* DATA *
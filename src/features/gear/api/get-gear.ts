import { queryOptions } from '@tanstack/react-query'
import type { Gear } from '#shared/schemas/gear'
import type { ApiClient } from '../../../lib/api-client'

async function fetchGear(api: ApiClient, slug: string, signal: AbortSignal): Promise<Gear> {
  const [answer, { gearSchema }] = await Promise.all([
    api.get(`/gear/${encodeURIComponent(slug)}`, signal),
    import('#shared/schemas/gear'),
  ])
  return gearSchema.parse(answer)
}

/** One piece with where each of its numbers is from. */
export const gearQuery = (api: ApiClient, slug: string) =>
  queryOptions({ queryKey: ['gear', slug], queryFn: ({ signal }) => fetchGear(api, slug, signal) })
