import { sql } from 'drizzle-orm'
import {
  bigint,
  check,
  date,
  doublePrecision,
  foreignKey,
  index,
  integer,
  jsonb,
  pgTable,
  primaryKey,
  text,
  timestamp,
  uniqueIndex,
  uuid,
  type AnyPgColumn,
} from 'drizzle-orm/pg-core'
import { people } from './people'

/** How well one value is backed. `plusMinus` is in the value's own unit; `date` is the day of the measurement or document. */
export interface StoredProvenance {
  readonly source: 'measured' | 'maker' | 'estimate'
  readonly plusMinus?: number
  readonly evidence?: string
  readonly date: string
  /** A name as it came with imported data; people with an account are named by `authorId`. */
  readonly author?: string
  readonly authorId?: number
  readonly revision: number
}

/** What a piece is called and said of it, beside its specs. */
export interface StoredIdentity {
  readonly brand: string
  readonly model: string
  readonly status: 'current' | 'discontinued' | 'unknown'
  readonly gtin: string | null
  readonly notes: string | null
}

export interface IdentityChange {
  readonly before: Partial<StoredIdentity>
  readonly after: Partial<StoredIdentity>
}

export type StoredSpecs = Record<string, unknown>
export type StoredProvenances = Record<string, StoredProvenance>

const moment = (name: string) => timestamp(name, { withTimezone: true, precision: 3 })

/** One row per piece of gear. `specs` and `provenance` are its newest revision, kept here so that the catalogue is read from one table. */
export const gear = pgTable(
  'gear',
  {
    id: integer('id').primaryKey().generatedAlwaysAsIdentity(),
    slug: text('slug').notNull(),
    kind: text('kind').notNull(),
    brand: text('brand').notNull(),
    model: text('model').notNull(),
    gtin: text('gtin'),
    status: text('status').$type<'current' | 'discontinued' | 'unknown'>().notNull().default('unknown'),
    notes: text('notes'),
    /** A duplicate leads to the piece it is merged into. */
    mergedInto: integer('merged_into').references((): AnyPgColumn => gear.id),
    /** Taken out of the catalogue: it never was, or nobody can say what it is. */
    retiredAt: moment('retired_at'),
    retiredReason: text('retired_reason'),
    headRevision: integer('head_revision').notNull(),
    specs: jsonb('specs').$type<StoredSpecs>().notNull(),
    provenance: jsonb('provenance').$type<StoredProvenances>().notNull(),
    /** What it is found by, written with each change; `searchVersion` tells by which state of the writer. */
    searchName: text('search_name').notNull().default(''),
    searchCode: text('search_code').notNull().default(''),
    searchFullCode: text('search_full_code').notNull().default(''),
    searchTerms: text('search_terms').array().notNull().default([]),
    searchVersion: integer('search_version').notNull().default(0),
    createdAt: moment('created_at').notNull().defaultNow(),
    updatedAt: moment('updated_at').notNull().defaultNow(),
  },
  (table) => [
    index('gear_search_name_idx').using('gin', table.searchName.op('gin_trgm_ops')),
    index('gear_search_terms_idx').using('gin', table.searchTerms),
    index('gear_search_code_idx').on(table.searchCode.op('text_pattern_ops')),
    index('gear_search_full_code_idx').on(table.searchFullCode.op('text_pattern_ops')),
    index('gear_search_version_idx').on(table.searchVersion),
    uniqueIndex('gear_slug_key').on(table.slug),
    uniqueIndex('gear_gtin_key').on(table.gtin),
    index('gear_kind_name_idx').on(table.kind, sql`lower(${table.brand})`, sql`lower(${table.model})`, table.id),
    index('gear_name_idx').on(sql`lower(${table.brand})`, sql`lower(${table.model})`, table.id),
    index('gear_updated_idx').on(table.updatedAt, table.id),
    index('gear_merged_idx').on(table.mergedInto),
    check('gear_not_merged_into_itself', sql`${table.mergedInto} <> ${table.id}`),
    check('gear_retired_whole', sql`(${table.retiredAt} is null) = (${table.retiredReason} is null)`),
    check('gear_slug_form', sql`${table.slug} ~ '^[a-z0-9]+(-[a-z0-9]+)*$' and length(${table.slug}) <= 120`),
    check('gear_kind_form', sql`${table.kind} ~ '^[a-z]+(-[a-z]+)*$'`),
    check(
      'gear_name_length',
      sql`length(${table.brand}) between 1 and 80 and length(${table.model}) between 1 and 120`,
    ),
    check('gear_gtin_form', sql`${table.gtin} ~ '^[0-9]{8,14}$'`),
    check('gear_status_known', sql`${table.status} in ('current', 'discontinued', 'unknown')`),
    check('gear_head_revision_positive', sql`${table.headRevision} >= 1`),
    check(
      'gear_specs_object',
      sql`jsonb_typeof(${table.specs}) = 'object' and jsonb_typeof(${table.provenance}) = 'object'`,
    ),
  ],
)

/** A numbered, complete and immutable state of a piece's specs. A trigger refuses to change or remove a row. */
export const gearRevisions = pgTable(
  'gear_revisions',
  {
    gearId: integer('gear_id')
      .notNull()
      .references(() => gear.id),
    number: integer('number').notNull(),
    specs: jsonb('specs').$type<StoredSpecs>().notNull(),
    summary: text('summary'),
    author: text('author'),
    authorId: integer('author_id').references(() => people.id),
    /** What it is called, where the revision changed that: both sides, so that it can be taken back. */
    identity: jsonb('identity').$type<IdentityChange>(),
    /** Who approved it. */
    reviewerId: integer('reviewer_id').references(() => people.id),
    proposalId: uuid('proposal_id'),
    createdAt: moment('created_at').notNull().defaultNow(),
  },
  (table) => [
    primaryKey({ columns: [table.gearId, table.number] }),
    index('gear_revisions_author_idx').on(table.authorId, table.createdAt),
    check('gear_revisions_author_given', sql`num_nonnulls(${table.author}, ${table.authorId}) = 1`),
    check('gear_revisions_number_positive', sql`${table.number} >= 1`),
    check('gear_revisions_specs_object', sql`jsonb_typeof(${table.specs}) = 'object'`),
  ],
)

/** Each value that a revision set, with what backs it. A null value: the revision removed it. Immutable like the revisions. */
export const gearValues = pgTable(
  'gear_values',
  {
    gearId: integer('gear_id').notNull(),
    revision: integer('revision').notNull(),
    key: text('key').notNull(),
    value: jsonb('value'),
    source: text('source').$type<StoredProvenance['source']>(),
    plusMinus: doublePrecision('plus_minus'),
    evidence: text('evidence'),
    dated: date('dated', { mode: 'string' }).notNull(),
    author: text('author'),
    authorId: integer('author_id').references(() => people.id),
    /** Ids of the photos and documents behind it. */
    files: uuid('files').array().notNull().default([]),
    /** As it was typed. */
    raw: text('raw'),
    /**
     * `plain`: used unless a better source stands · `chosen`: settled a dispute, and used until something at least as good
     * follows · `reset`: nothing before it counts any longer
     */
    standing: text('standing').$type<'plain' | 'chosen' | 'reset'>().notNull().default('plain'),
  },
  (table) => [
    primaryKey({ columns: [table.gearId, table.revision, table.key] }),
    foreignKey({
      name: 'gear_values_revision_fk',
      columns: [table.gearId, table.revision],
      foreignColumns: [gearRevisions.gearId, gearRevisions.number],
    }),
    index('gear_values_author_idx').on(table.authorId),
    check('gear_values_author_given', sql`num_nonnulls(${table.author}, ${table.authorId}) = 1`),
    check('gear_values_source_known', sql`${table.source} in ('measured', 'maker', 'estimate')`),
    check('gear_values_removed_whole', sql`(${table.value} is null) = (${table.source} is null)`),
    check('gear_values_standing_known', sql`${table.standing} in ('plain', 'chosen', 'reset')`),
    check('gear_values_plus_minus_positive', sql`${table.plusMinus} >= 0`),
  ],
)

/** One row, raised by a trigger with every change of `gear`, so that a process can tell cheaply whether its copy is still true. */
export const catalogueVersion = pgTable(
  'catalogue_version',
  {
    id: integer('id').primaryKey(),
    version: bigint('version', { mode: 'number' }).notNull(),
  },
  (table) => [check('catalogue_version_single', sql`${table.id} = 1`)],
)
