import type { KindKey } from '../../kinds/index'
import type { UcumCode } from '../../units/units'
import type { Answer, FitResult, GearRef, Specs } from '../types'

export interface GearCount {
  readonly gear: GearRef
  readonly quantity: number
}

/** What a replacement leaves unmet, and the pieces that meet it: each option is complete, the fewest pieces first. */
export interface AddOn {
  readonly need: string
  /** What is needed, in a sentence. */
  readonly message: string
  /** Empty where nothing in the catalogue is known to meet it. */
  readonly options: readonly (readonly GearCount[])[]
}

/** One attribute in which a replacement is not like what is gone; null: nobody has recorded it. */
export interface Difference {
  readonly key: string
  readonly label: string
  readonly from: unknown
  readonly to: unknown
  readonly unit: UcumCode | null
  readonly sense: 'better' | 'worse' | 'different'
  readonly message: string
}

export interface Replacement extends Answer {
  readonly addOns: readonly AddOn[]
  readonly differences: readonly Difference[]
}

/** The piece whose place is to be taken, and how many of it there were. `id` is its item's, or `tank`. */
export interface Gone {
  readonly id: string
  readonly kind: KindKey
  readonly gear: GearRef | null
  readonly specs: Specs
  readonly quantity: number
}

export interface ReplacementsResult extends Omit<FitResult, 'answers' | 'scales' | 'marks'> {
  readonly gone: Gone
  readonly answers: readonly Replacement[]
}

* EXERCISE *
Working from the entries above, return all lines that contain "chosen".

* ANSWER FOR THE TASK *
     * `plain`: used unless a better source stands · `chosen`: settled a dispute, and used until something at least as good
    standing: text('standing').$type<'plain' | 'chosen' | 'reset'>().notNull().default('plain'),
    check('gear_values_standing_known', sql`${table.standing} in ('plain', 'chosen', 'reset')`),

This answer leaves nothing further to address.